Yesterday was the deadline for states to decide whether or not they’d run their own high-risk pool or rely on a federal fallback option. Kaiser Health News has gathered a collection of news stories, one of which (Wall St. Journal) says that 12 states will not run their own program. Another (CQ HealthBeat) has a partial list:
As of 12:30 p.m. Friday, these are the states that will operate a program: Arkansas, California, Colorado, Connecticut, Delaware, District of Columbia, Illinois, Kansas, Kentucky, Maine, Maryland, Michigan, Missouri, Montana, New Jersey, North Carolina, Ohio, Oklahoma, Rhode Island, South Dakota, Vermont and Washington. States opting out are Georgia, Hawaii, Idaho, Indiana, Louisiana, Minnesota, Mississippi, Nebraska, Nevada, Tennessee and Wyoming. (Bold mine.)

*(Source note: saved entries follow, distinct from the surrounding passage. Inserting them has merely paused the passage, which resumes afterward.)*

def run_raw(scenario, weather=None, start=None, end=None, include_no_fan=True, months=None,
            year=None, reuse_no_fan=False, controller=None, progress=None) -> RawRuns:
    """Integrate the scenario with the fan under thermostat control and, optionally, with no fan.

    Parameters
    ----------
    scenario : Scenario
        Validated scenario.
    weather : (DataFrame, meta), optional
        A normalised weather frame and its metadata; default: the scenario's weather file.
    start, end : str, optional
        Period overrides (ISO date or instant, local standard time; a date-only end is inclusive).
    include_no_fan : bool
        Also run the same period with the fan disabled (for the ceiling gain without the fan).
    reuse_no_fan : bool
        Reuse the no-fan run of an earlier call in this process when nothing it depends on differs
        (studies that vary only the thermostat run it once per worker instead of once per point), and the
        forcing when the weather frame, site, weather options, roof and period are the same.
    controller : object, optional
        Drives the fan instead of the scenario's thermostat (e.g. :class:`atticsim.hybrid.controller.LoggedFan`
        to follow a logged fan state; its instants on the forcing's clock, seconds from
        ``RawRuns.forcing.times[0]``; or a log made with ``LoggedFan.at_instants``, which this puts on it).
    progress : callable, optional
        ``progress(stage)`` is called with each stage's words as it begins ("simulating 2025-07-01 to 2025-07-07
        with the fan", ...); ``progress(stage, fraction)`` gives the share of the stage done [0-1] where it is
        known. :class:`atticsim.progress.Stages` shows both.
    """
    if weather is None:
        _say(progress, "reading the weather")
        weather = load_weather(scenario.weather.file, year=year)
    frame, meta = weather[0], weather[1]
    source = getattr(meta, "path", None) or scenario.weather.file
    start, end = resolve_period(frame, scenario, start, end, months, year)
    t0, t1 = period_bounds(frame, start, end, str(source), meta)
    _say(progress, "sun on each roof plane and the sky")
    forcing = _forcing(frame, meta, scenario, t0, t1, str(source), reuse_no_fan)
    base = forcing.times[0]
    period = Period(t0, t1, (t0 - base).total_seconds(), (t1 - base).total_seconds())
    sim = scenario.simulation
    output_times = np.arange(period.t_start, period.t_end, sim.output_step)
    output_times = np.append(output_times, period.t_end)

    pressure = float(np.nanmean(frame["pressure"])) if "pressure" in frame else 101325.0
    network = build_network(scenario, pressure=pressure)
    if controller is None:
        controller = controller_from_scenario(scenario)
    elif hasattr(controller, "clocked"):
        controller = controller.clocked(forcing.times[0])  # a log given by instants, on this forcing's clock
    y0 = np.zeros(network.n_nodes + len(BOOKS))
    y0[:network.n_nodes] = forcing.at(period.t_start)[0]

    no_fan_scenario = scenario.model_copy(update={"fan": scenario.fan.model_copy(update={"enabled": False})})

    words = period_words(period)

    def one(enabled: bool, outputs=output_times, stage="", cancel=None):
        net = network if enabled else build_network(no_fan_scenario, pressure=pressure)
        ctl = controller if enabled else None
        _say(progress, stage)
        y_start = _spin_up(net, forcing, ctl, period, y0.copy(), sim.spinup_days, sim, cancel)
        report = (lambda fraction: progress(stage, fraction)) if progress is not None and stage else None
        run = integrate(net, forcing, ctl, period.t_start, period.t_end, y_start, outputs, sim, progress=report,
                        cancel=cancel)
        if report is not None:
            report(1.0)
        return run, y_start

    no_fan_outputs = no_fan_output_times(output_times, period, forcing, sim)
    key = _no_fan_key(no_fan_scenario, frame, period, pressure) if include_no_fan and reuse_no_fan else None
    # the no-fan run, when one is needed, goes on in a thread beside the fan's (the compiled solver lets go
    # of the GIL, so on a machine with two cores the two take the time of the longer); it says nothing
    beside = (Beside(lambda cancel: one(False, no_fan_outputs, cancel=cancel))
              if include_no_fan and (key is None or key not in _NO_FAN_RUNS) else None)
    try:
        with_fan, y_fan = one(scenario.fan.enabled, output_times,
                              f"simulating {words} " + ("with the fan" if scenario.fan.enabled else "(fan disabled)"))
        if beside is not None:
            _say(progress, f"simulating {words} without the fan")  # (what is left of it)
            without_fan, y_nofan = beside.result()
    except BaseException:
        if beside is not None:
            beside.stop()  # ended here, not left running in compiled code while the process exits
        raise
    if key is not None:
        if beside is not None:
            while len(_NO_FAN_RUNS) >= _NO_FAN_KEEP:
                _NO_FAN_RUNS.pop(next(iter(_NO_FAN_RUNS)))
            for array in (without_fan.t, without_fan.y, without_fan.fan, without_fan.y_end, y_nofan):
                array.setflags(write=False)  # shared with every caller: read-only, so none can change it
            _NO_FAN_RUNS[key] = (without_fan, y_nofan)
        kept, y_nofan = _NO_FAN_RUNS[key]
        # the arrays are shared (read-only); fresh lists for this caller (the airflow states are frozen)
        without_fan = dataclasses.replace(kept, events=list(kept.events), air_updates=list(kept.air_updates),
                                          notes=list(kept.notes))
    elif not include_no_fan:
        without_fan, y_nofan = None, None
    notes = (list(getattr(meta, "notes", [])) + list(forcing.notes) + model_notes(scenario) + with_fan.notes
             + (without_fan.notes if without_fan is not None else []))
    return RawRuns(network, forcing, period, output_times, with_fan, without_fan, y_fan, y_nofan,
                   controller=controller, notes=notes)
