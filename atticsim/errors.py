"""The project's error types: what bad input raises, and how an error line is told from a bug.

Every refusal of input (a scenario key, a weather file, a study option, an output folder) is an
:class:`InputError`, a ``ValueError`` whose text is one line ``"<file or --option>: <key>: <reason>"``.
The command line prints it as ``atticsim: error: <line>`` and exits with status 2. Anything else that
escapes a command is a bug in atticsim (or a failure of the machine, such as a full disk) and is reported
as such, never as bad input.
"""

from __future__ import annotations


class InputError(ValueError):
    """Bad input; ``str(err)`` is one line naming the file or option, the key and the reason (a message given
    on several lines is joined into one)."""

    def __init__(self, *args):
        if len(args) == 1 and isinstance(args[0], str):
            args = (one_line(args[0], 1000),)
        super().__init__(*args)


class OutputError(InputError):
    """An output folder or file that cannot be claimed or written (exists, in use, not writable)."""


class WriteFailure(OSError):
    """Writing output failed for a reason of the machine (a full disk, a file-size limit, an I/O error): the
    ``errno`` is kept and ``strerror`` is one line naming the folder, the file and the reason."""


class InterruptedRun(KeyboardInterrupt):
    """The run was stopped by a signal (Ctrl-C, SIGTERM, SIGHUP); ``signum`` says which.

    A subclass of KeyboardInterrupt so that every clean-up written for Ctrl-C runs for the others too.
    """

    def __init__(self, signum: int, name: str):
        super().__init__(name)
        self.signum, self.name = signum, name


#: Packages whose ValueErrors are the solver's and the network's own consistency checks (a failure there on
#: validated input is a bug to report, not bad input).
_INTERNAL = ("hybrid", "network")


def _innermost_file(exc: BaseException) -> str | None:
    tb, last = exc.__traceback__, None
    while tb is not None:
        last, tb = tb, tb.tb_next
    return None if last is None else last.tb_frame.f_code.co_filename


def raised_by_atticsim(exc: BaseException) -> bool:
    """True when the innermost frame of the exception's traceback is atticsim's own code."""
    import os

    where = _innermost_file(exc)
    package = os.path.dirname(os.path.abspath(__file__))
    return where is not None and os.path.abspath(where).startswith(package + os.sep)


def is_input_error(exc: BaseException) -> bool:
    """Bad input rather than a bug: the project's InputError, or a ValueError atticsim raised itself with its
    one-line refusal (modules written before InputError: circuit, airflow, forcing, sensor...). A ValueError
    from a library (numpy, pandas), or from the solvers' and the network's own checks, is a bug."""
    import os

    if isinstance(exc, InputError):
        return True
    if not (isinstance(exc, ValueError) and raised_by_atticsim(exc)):
        return False
    package = os.path.dirname(os.path.abspath(__file__))
    inner = os.path.relpath(os.path.abspath(_innermost_file(exc)), package).split(os.sep)[0]
    return inner not in _INTERNAL


def one_line(text: str, limit: int = 400) -> str:
    """``text`` on one line (line breaks and runs of blanks become single spaces), cut at ``limit`` characters."""
    flat = " ".join(str(text).split())
    return flat if len(flat) <= limit else flat[:limit - 3] + "..."


def short_repr(value, limit: int = 60) -> str:
    """``repr(value)`` cut to ``limit`` characters (a huge or deeply nested value in a message stays short)."""
    try:
        text = repr(value)
    except (RecursionError, ValueError):  # a nested value too deep to print, an int too long to print
        text = f"<{type(value).__name__}>"
    return text if len(text) <= limit else text[:limit - 3] + "..."
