"""The one place that turns a validated scenario into the model: the network's parameters, its airflow model
and the thermostat's controller.

Each part of the scenario is read here once: the roof's layers, optics and view factors; the attic's geometry
and air; the ceiling; the sensor's placement, body and heating; the airflow model; the controller. The
network (:mod:`atticsim.network.model`) holds the parameters, the kernel (:mod:`atticsim.network.kernel`)
their physics; the thermostat models of :mod:`atticsim.scenario.thermostat` say where they switch, how they
heat the sensor and what their triac dissipates (no kind is tested here).
"""

from __future__ import annotations

from dataclasses import dataclass

import numpy as np

from atticsim.air import air_density
from atticsim.airflow.model import AirflowModel
from atticsim.constants import CP_AIR, P_STANDARD
from atticsim.hybrid.controller import Controller
from atticsim.materials import INSULATION, WOOD_SPECIFIC_HEAT
from atticsim.network.heat_transfer import SURFACE_TEXTURE, gray_two_surface_factor, view_factors_tilted
from atticsim.network.model import AtticNetwork
from atticsim.network.placement import PLACEMENTS
from atticsim.scenario.geometry import attic_geometry

#: The triac's conduction loss when neither ``sensor.triac_loss`` nor a mains side gives it [W]: about 1 V
#: across a triac carrying a 1.5 A fan (from memory).
DEFAULT_TRIAC_LOSS = 1.5


@dataclass
class Model:
    """A scenario assembled: the network (with its airflow model) and the thermostat's controller."""

    network: AtticNetwork
    controller: Controller


def assemble(scenario, pressure: float = P_STANDARD) -> Model:
    """The model a validated scenario describes (``pressure``: the site's mean pressure [Pa], for the air's
    heat capacity and the airflow model's defaults)."""
    return Model(build_network(scenario, pressure), controller_from_scenario(scenario))


def controller_from_scenario(scenario) -> Controller:
    """The controller of the scenario's thermostat: its switch's action and points, and its time rules (the
    ``thermostat.*`` keys and a circuit's timer stage)."""
    th = scenario.thermostat
    on, off = th.switch_points()
    return Controller(th.action, on, off, th.time_rules())


def triac_loss(scenario) -> float:
    """Heat the triac puts into the control box while the fan runs [W]: ``sensor.triac_loss`` if given, else
    the thermostat's mains-side figure, else :data:`DEFAULT_TRIAC_LOSS`."""
    if scenario.sensor.triac_loss is not None:
        return scenario.sensor.triac_loss
    loss = scenario.thermostat.triac_heat()
    return DEFAULT_TRIAC_LOSS if loss is None else loss


def _layer(layer):
    """(heat capacity per area [J/(m2 K)], resistance [m2K/W]) of a layer."""
    thickness = layer.prop("thickness")
    return layer.prop("density") * layer.prop("specific_heat") * thickness, thickness / layer.prop("conductivity")


def _roof(scenario) -> dict:
    """The roof planes' parameters: areas, tilts, view factors, the layers (each node at its layer's centre:
    half its resistance to each surface), the deck's radiation to the attic floor, the optics."""
    roof, attic = scenario.roof, scenario.attic
    planes = roof.planes
    col = lambda values: np.asarray(values, dtype=float).reshape(-1, 1)  # noqa: E731
    area = col([p.area for p in planes])
    tilt = np.array([p.tilt for p in planes])
    f_sky, f_ground = view_factors_tilted(tilt)
    cap_cov, r_cov = _layer(roof.covering)
    cap_sh, r_sh = _layer(roof.sheathing)
    # each plane sees the share of the floor in proportion to its area (gray two-surface exchange)
    floor_share = attic.floor_area * area / float(area.sum())
    g = np.array([gray_two_surface_factor(fs, attic.floor_emittance, a, roof.underside_emittance)
                  for fs, a in zip(floor_share.ravel(), area.ravel())]).reshape(-1, 1)
    optics, _ = roof.optics()
    return dict(
        plane_names=[p.name for p in planes], area=area, cos_tilt=col(np.cos(np.radians(tilt))),
        perimeter=col([p.perimeter if p.perimeter else 4.0 * np.sqrt(p.area) for p in planes]),
        roughness=SURFACE_TEXTURE[optics["surface_texture"]], absorptance=optics["absorptance"],
        emittance=optics["emittance"], f_sky=col(f_sky), f_ground=col(f_ground),
        c_cover=cap_cov * area, c_deck=cap_sh * area,
        u_cover_deck=np.full_like(area, 1.0 / (0.5 * r_cov + 0.5 * r_sh)),
        r_outer=np.full_like(area, 0.5 * r_cov), r_inner=np.full_like(area, 0.5 * r_sh), g_deck_floor=g)


def _attic(scenario, pressure) -> dict:
    """The attic air (its layers' shares from the roof's shape), framing and floor, and the intakes' area."""
    attic = scenario.attic
    geometry = attic_geometry(scenario)
    openings = scenario.vents.openings
    if openings:
        layer_height = geometry.interface_height if attic.air_layers == 2 else 0.0
        intake_area = sum(o.net_free_area for o in openings if o.height < layer_height or o.kind == "soffit")
    else:
        # without described openings: the code minimum, half of 1/150 of the floor at the intakes
        # (IRC 2018 R806.2 with the usual half-high, half-low split)
        intake_area = attic.floor_area / 300.0
    return dict(
        floor_area=attic.floor_area,
        # the air's heat capacity at 35 degC (rho ~1.146 kg/m3); its small change with temperature is ignored
        c_air=float(air_density(35.0, pressure)) * CP_AIR * attic.volume,
        upper_fraction=geometry.upper_volume_share, upper_deck_share=geometry.upper_deck_share,
        upper_framing_share=geometry.upper_framing_share, layers=attic.air_layers,
        layer_mixing=attic.layer_mixing_ach * attic.volume / 3600.0, fan_mixing_ratio=attic.fan_mixing_ratio,
        interface_area=geometry.interface_area, cross_section=geometry.cross_section, flow_length=geometry.length,
        framing_area=attic.framing_area, c_framing=attic.framing_mass * WOOD_SPECIFIC_HEAT,
        intake_area=intake_area)


def _ceiling(scenario) -> dict:
    """The ceiling: insulation over gypsum (its top a surface node with half the insulation's capacity; the
    gypsum's node at its centre, reached through the insulation and half the gypsum)."""
    ceiling = scenario.ceiling
    cap_gyp, r_gyp = _layer(ceiling.gypsum)
    # the insulation's depth that carries its R-value at the default conductivity sets its mass
    cap_ins = ceiling.insulation * INSULATION["conductivity"] * ceiling.insulation_density * INSULATION["specific_heat"]
    area = scenario.attic.floor_area  # the ceiling's area is the attic floor's
    return dict(
        c_ceiling_top=0.5 * cap_ins * area, c_gypsum=(cap_gyp + 0.5 * cap_ins) * area,
        r_insulation=ceiling.insulation + 0.5 * r_gyp, r_room=ceiling.room_film + 0.5 * r_gyp,
        room_relative_humidity=scenario.house.indoor_relative_humidity)


def _sensor(scenario) -> dict:
    """The sensor: its placement (and the control box it may need), its body or first-order constants, its
    heating, the fan's opening it may sit in."""
    sensor = scenario.sensor
    box = PLACEMENTS[sensor.placement].needs_enclosure
    body = None
    if sensor.body is not None:
        from atticsim.sensor.body import preset

        body = preset(sensor.body)
    return dict(
        placement=sensor.placement, sensor_body=body, sensor_conductance=sensor.dissipation_constant,
        sensor_capacity=body.heat_capacity if body is not None else sensor.dissipation_constant * sensor.time_constant,
        sensor_power=scenario.thermostat.sensor_heating(sensor), contact_conductance=sensor.contact_conductance,
        fan_area=np.pi * scenario.fan.diameter**2 / 4.0,
        enclosure_conductance=sensor.enclosure_conductance if box else 0.0,
        c_enclosure=sensor.enclosure_capacity if box else 0.0, triac_loss=triac_loss(scenario) if box else 0.0)


def node_names(scenario) -> list[str]:
    """The network's nodes in state order: covers and decks per plane, the air layer(s), framing, insulation
    top, gypsum, the control box when the placement needs it, the sensor last."""
    planes = scenario.roof.planes
    air = ["air"] if scenario.attic.air_layers == 1 else ["air_lower", "air_upper"]
    box = ["enclosure"] if PLACEMENTS[scenario.sensor.placement].needs_enclosure else []
    return ([f"cover_{p.name}" for p in planes] + [f"deck_{p.name}" for p in planes] + air
            + ["framing", "ceiling_top", "gypsum"] + box + ["sensor"])


def build_network(scenario, pressure: float = P_STANDARD) -> AtticNetwork:
    """The network's parameters from a validated scenario (see the module docstring)."""
    return AtticNetwork(**_roof(scenario), **_attic(scenario, pressure), **_ceiling(scenario), **_sensor(scenario),
                        airflow=AirflowModel(scenario, pressure), pressure=pressure, node_names=node_names(scenario))
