"""Material defaults for roof layers and the ceiling (one place for them).

Values are typical handbook figures; each carries its basis. Users override any field per scenario.
Fields: thickness [m], density [kg/m^3], conductivity [W/(m K)], specific_heat [J/(kg K)].
"""

MATERIALS: dict[str, dict[str, float]] = {
    # Asphalt shingles: R ~ 0.078 m2K/W (ASHRAE Handbook Fundamentals, thermal properties table,
    # "asphalt shingles", R-0.44 IP; from memory), rho ~ 1100, cp ~ 1500 (from memory).
    # A 6 mm installed thickness with k = 0.077 reproduces that R.
    "asphalt-shingle": {"thickness": 0.006, "density": 1100.0, "conductivity": 0.077,
                        "specific_heat": 1500.0},
    # Metal roofing, 0.5 mm steel: rho 7850, k 45, cp 500 (steel handbook values, from memory).
    "metal": {"thickness": 0.0005, "density": 7850.0, "conductivity": 45.0, "specific_heat": 500.0},
    # Concrete/clay tile 12 mm: rho 2000, k 1.0, cp 880 (ASHRAE thermal properties table; from memory).
    "tile": {"thickness": 0.012, "density": 2000.0, "conductivity": 1.0, "specific_heat": 880.0},
    # OSB 11 mm: rho 650, k 0.13, cp 1880 (from memory).
    "osb": {"thickness": 0.011, "density": 650.0, "conductivity": 0.13, "specific_heat": 1880.0},
    # Plywood 12.7 mm: rho 545, k 0.12, cp 1880 (from memory).
    "plywood": {"thickness": 0.0127, "density": 545.0, "conductivity": 0.12, "specific_heat": 1880.0},
    # Gypsum board 12.7 mm: rho 700, k 0.16, cp 1090 (rho 640-800, cp ~1100; from memory).
    "gypsum": {"thickness": 0.0127, "density": 700.0, "conductivity": 0.16, "specific_heat": 1090.0},
}

#: Loose-fill / batt insulation defaults: conductivity 0.04 W/mK (about R-3.6 per inch) sets the depth
#: that carries the user's R-value; density 12 kg/m3 (loose fiberglass; cellulose ~ 40); cp 840
#: (glass fibre; from memory).
INSULATION = {"conductivity": 0.04, "density": 12.0, "specific_heat": 840.0}

#: Softwood framing specific heat [J/(kg K)] (wood at ~12 % moisture ~1600-1900; from memory).
WOOD_SPECIFIC_HEAT = 1880.0

#: Roof coverings by material and finish: solar absorptance, thermal emittance and surface texture (the class
#: for wind convection, atticsim.network.heat_transfer.SURFACE_TEXTURE). Typical values, each with its basis;
#: a scenario's roof.absorptance, roof.emittance and roof.surface_texture override them. The first finish of
#: each material is its default.
COVERING_FINISHES: dict[str, dict[str, dict]] = {
    "asphalt-shingle": {
        # dark shingles reflect 0.03-0.08 of the sun (field-measured roofs, Parker, Sonne & Sherwin 2002,
        # FSEC-CR-1220-00; from memory); asphalt emits like most non-metals, ~0.9 (ASHRAE Handbook
        # Fundamentals, emittance table; from memory); mineral granules: the brick-like class
        "dark": {"absorptance": 0.92, "emittance": 0.90, "surface_texture": "granular"},
        # white shingles still reflect only ~0.25 (same study, from memory)
        "light": {"absorptance": 0.75, "emittance": 0.90, "surface_texture": "granular"},
    },
    "metal": {
        # bare galvanized steel: absorptance ~0.6, and a LOW thermal emittance, 0.05 new to ~0.25 weathered
        # (ASHRAE Handbook Fundamentals, emittance table; from memory): it sheds little heat to the sky
        "bare": {"absorptance": 0.60, "emittance": 0.25, "surface_texture": "glassy"},
        # dark paint: absorptance ~0.85, paint emits ~0.85-0.9 (from memory)
        "dark-paint": {"absorptance": 0.85, "emittance": 0.85, "surface_texture": "glassy"},
        # white paint on metal reflects ~0.65-0.7 (Parker, Sonne & Sherwin 2002; from memory)
        "white-paint": {"absorptance": 0.33, "emittance": 0.85, "surface_texture": "glassy"},
    },
    "tile": {
        # terracotta (red clay) tile reflects ~0.34 (Parker, Sonne & Sherwin 2002; from memory)
        "terracotta": {"absorptance": 0.66, "emittance": 0.90, "surface_texture": "textured"},
        # white concrete tile reflects ~0.75 (same study; from memory)
        "white": {"absorptance": 0.25, "emittance": 0.90, "surface_texture": "textured"},
        # grey (natural) concrete tile, absorptance ~0.75 (common practice, no source)
        "grey": {"absorptance": 0.75, "emittance": 0.90, "surface_texture": "textured"},
    },
}
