def grid_steps(output_times, t_start, max_segment=SEGMENT, check_step=CHECK_STEP):
    """(output step, check step, segment) for outputs on a regular grid from t_start (the last instant,
    the period end, may be off it); None when the outputs are not on one grid."""
    out = np.asarray(output_times, dtype=float)
    inner = out[:-1] if out.size > 1 else out[:0]
    if inner.size >= 2:
        steps = np.diff(inner)
        dto = float(steps[0])
        if not np.allclose(steps, dto, rtol=0.0, atol=1e-6) or abs(inner[0] - t_start) > 1e-6:
            return None
        if inner.size and np.any(np.abs((inner - t_start) / dto - np.rint((inner - t_start) / dto)) > 1e-6):
            return None
    elif inner.size == 1:
        if abs(inner[0] - t_start) > 1e-6:
            return None
        dto = check_step
    else:
        dto = check_step
    q = dto / math.ceil(dto / check_step - 1e-9)
    segment = dto * max(1, math.floor(max_segment / dto + 1e-9))
    return dto, q, segment


class CompiledStepper:
    """The compiled stepper of the hybrid driver (:mod:`atticsim.hybrid.driver`): :func:`advance` from one
    event or airflow update to the next, keeping a linearisation (and its block cache) per fan state.

    Parameters
    ----------
    network, forcing : AtticNetwork, Forcing
    output_times : numpy.ndarray
        On one regular grid from the period's start (the last instant, the period's end, may be off it).
    out_y : numpy.ndarray
        (n_nodes + books, len(output_times)): receives the output rows.
    tol, tol_iter, drift, age, slow_iters, segment, check_step
        As described in the module docstring (error per segment [K], the fixed point's convergence [K], the
        linearisation's renewal after drift [K], age [s] or slow iterations, the longest segment and the
        largest spacing of the sensor checks [s]).

    Raises
    ------
    ValueError
        When the output instants are not on one regular grid (the reference stepper takes any outputs).
    """

    name = "fast"

    def __init__(self, network, forcing, output_times, out_y, tol=5e-3, tol_iter=3e-5, drift=40.0, age=21600.0,
                 slow_iters=6, segment=SEGMENT, check_step=CHECK_STEP):
        out = np.ascontiguousarray(output_times, dtype=float)
        steps = grid_steps(out, float(out[0]) if out.size else 0.0, segment, check_step)
        if steps is None:
            raise ValueError("the compiled solver needs the output instants on one regular grid")
        _, self.q_step, self.segment = steps
        self.origin = float(out[0]) if out.size else 0.0
        self.packed = kernel.pack(network)
        self.n_nodes = network.n_nodes
        self.i_sensor = network.index["sensor"]
        self.out_t, self.out_y = out, out_y
        self.f_values = np.ascontiguousarray(forcing.values, dtype=float)
        self.f_step = float(forcing.step)
        self.settings = (tol, tol_iter, drift, age, slow_iters)
        n_books = out_y.shape[0] - network.n_nodes
        self.lins = {False: new_linearisation(network.n_nodes, n_books),
                     True: new_linearisation(network.n_nodes, n_books)}
        self.n_rhs = 0

    def advance(self, t, t_stop, y, fan, air, level, direction, after_switch, k):
        """See :mod:`atticsim.hybrid.driver`."""
        n = self.n_nodes
        x, books = y[:n], y[n:]
        pk = self.packed
        tol, tol_iter, drift, age, slow_iters = self.settings
        status, t_new, k_new, n_rhs, _, _, _ = advance(
            t, t_stop, self.origin, self.segment, self.q_step, x, books, 1.0 if fan else 0.0, air, pk.prm,
            pk.planes, pk.ints, pk.heat, self.f_values, self.f_step, self.out_t, k, self.out_y, self.i_sensor,
            float(level), int(direction), tol, tol_iter, drift, age, 6, self.lins[bool(fan)], after_switch,
            slow_iters)
        self.n_rhs += n_rhs
        if status == OFF_GRID:
            raise StepperFailed("an output instant off the check grid", t_new, k_new)
        if status == FAILED:
            raise StepperFailed("a segment would not converge even at half a second", t_new, k_new)
        return status == SWITCH, t_new, k_new

    def write_row(self, k, y):
        """The state y as output row k."""
        self.out_y[:, k] = y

Also of interest are estimates of high-risk pool costs relative to the $5 billion set aside for them. The Wall St. Journal reports that “Last week, an actuarial report from HHS found the program would burn through the $5 billion set aside for it as soon as next year, though the money is supposed to last until 2014.”
(I can’t seem to find the HHS actuarial report to which the WSJ refers. If anyone locates it or a full list of opt-in and opt-out states, please let me know.)